# [WHAT NEEDS TO BE DONE]
Across these entries, count the lines holding the string "LRFD"; the number is the whole answer.

# [SUPPLIED MATERIAL]
%%
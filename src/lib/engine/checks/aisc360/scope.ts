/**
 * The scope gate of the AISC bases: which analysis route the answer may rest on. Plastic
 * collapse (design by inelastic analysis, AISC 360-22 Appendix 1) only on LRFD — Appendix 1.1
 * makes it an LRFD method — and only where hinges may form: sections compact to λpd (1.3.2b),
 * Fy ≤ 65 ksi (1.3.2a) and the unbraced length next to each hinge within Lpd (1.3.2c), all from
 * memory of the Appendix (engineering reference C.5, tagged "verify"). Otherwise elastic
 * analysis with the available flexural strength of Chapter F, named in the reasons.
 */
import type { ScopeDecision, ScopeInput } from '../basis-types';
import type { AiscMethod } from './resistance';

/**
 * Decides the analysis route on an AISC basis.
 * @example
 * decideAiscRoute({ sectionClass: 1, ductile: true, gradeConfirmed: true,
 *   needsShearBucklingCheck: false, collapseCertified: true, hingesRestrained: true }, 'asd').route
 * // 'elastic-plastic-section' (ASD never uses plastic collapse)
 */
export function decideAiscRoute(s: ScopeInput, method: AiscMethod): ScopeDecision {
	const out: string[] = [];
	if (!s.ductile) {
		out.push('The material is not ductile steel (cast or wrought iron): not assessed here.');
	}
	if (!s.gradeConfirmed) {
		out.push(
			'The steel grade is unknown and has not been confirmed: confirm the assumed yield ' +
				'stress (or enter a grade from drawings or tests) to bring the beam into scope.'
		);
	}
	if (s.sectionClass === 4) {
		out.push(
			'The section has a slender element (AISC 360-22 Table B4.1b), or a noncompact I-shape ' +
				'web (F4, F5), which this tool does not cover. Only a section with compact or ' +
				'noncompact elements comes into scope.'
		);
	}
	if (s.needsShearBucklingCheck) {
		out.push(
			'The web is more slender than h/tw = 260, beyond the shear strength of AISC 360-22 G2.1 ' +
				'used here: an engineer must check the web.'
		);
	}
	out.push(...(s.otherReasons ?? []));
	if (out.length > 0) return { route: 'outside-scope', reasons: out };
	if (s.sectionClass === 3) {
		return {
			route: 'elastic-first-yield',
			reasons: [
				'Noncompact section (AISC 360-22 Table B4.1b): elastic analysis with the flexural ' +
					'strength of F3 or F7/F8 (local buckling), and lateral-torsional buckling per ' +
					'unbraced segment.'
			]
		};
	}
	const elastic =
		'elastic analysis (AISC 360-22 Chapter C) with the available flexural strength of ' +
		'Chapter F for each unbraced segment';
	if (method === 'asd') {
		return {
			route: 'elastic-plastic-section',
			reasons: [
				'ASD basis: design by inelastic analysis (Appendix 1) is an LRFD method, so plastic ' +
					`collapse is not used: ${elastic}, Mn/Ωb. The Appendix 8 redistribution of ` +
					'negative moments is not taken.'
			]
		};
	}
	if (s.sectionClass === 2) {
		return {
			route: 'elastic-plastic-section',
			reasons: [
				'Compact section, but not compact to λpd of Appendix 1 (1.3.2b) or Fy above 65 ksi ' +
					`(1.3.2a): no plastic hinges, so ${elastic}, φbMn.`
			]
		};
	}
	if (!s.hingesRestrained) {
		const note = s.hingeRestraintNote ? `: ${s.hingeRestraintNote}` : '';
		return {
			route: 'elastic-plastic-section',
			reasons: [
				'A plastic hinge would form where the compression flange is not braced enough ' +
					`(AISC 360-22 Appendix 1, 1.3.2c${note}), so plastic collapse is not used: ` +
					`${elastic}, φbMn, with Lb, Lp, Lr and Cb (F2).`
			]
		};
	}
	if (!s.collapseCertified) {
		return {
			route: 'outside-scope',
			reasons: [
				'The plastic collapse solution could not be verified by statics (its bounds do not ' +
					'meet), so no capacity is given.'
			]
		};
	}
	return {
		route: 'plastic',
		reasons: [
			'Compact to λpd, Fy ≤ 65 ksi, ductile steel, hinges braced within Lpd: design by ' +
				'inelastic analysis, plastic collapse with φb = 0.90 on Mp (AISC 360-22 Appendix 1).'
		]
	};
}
%%
%%
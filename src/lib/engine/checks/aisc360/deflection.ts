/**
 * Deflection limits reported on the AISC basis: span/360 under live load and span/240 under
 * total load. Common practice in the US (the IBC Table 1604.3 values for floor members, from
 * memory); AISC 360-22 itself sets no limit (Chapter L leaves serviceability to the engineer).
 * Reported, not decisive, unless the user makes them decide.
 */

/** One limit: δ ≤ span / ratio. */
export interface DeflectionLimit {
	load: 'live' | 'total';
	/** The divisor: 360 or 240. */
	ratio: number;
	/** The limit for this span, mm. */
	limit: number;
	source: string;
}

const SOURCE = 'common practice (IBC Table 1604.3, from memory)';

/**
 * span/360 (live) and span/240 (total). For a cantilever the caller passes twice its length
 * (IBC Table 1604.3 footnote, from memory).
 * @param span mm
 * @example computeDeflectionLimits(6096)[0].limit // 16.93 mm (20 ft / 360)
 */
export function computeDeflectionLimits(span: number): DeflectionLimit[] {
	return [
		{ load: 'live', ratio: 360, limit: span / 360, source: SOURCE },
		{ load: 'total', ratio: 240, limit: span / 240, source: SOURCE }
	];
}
%%
# [TASK RESULT]
3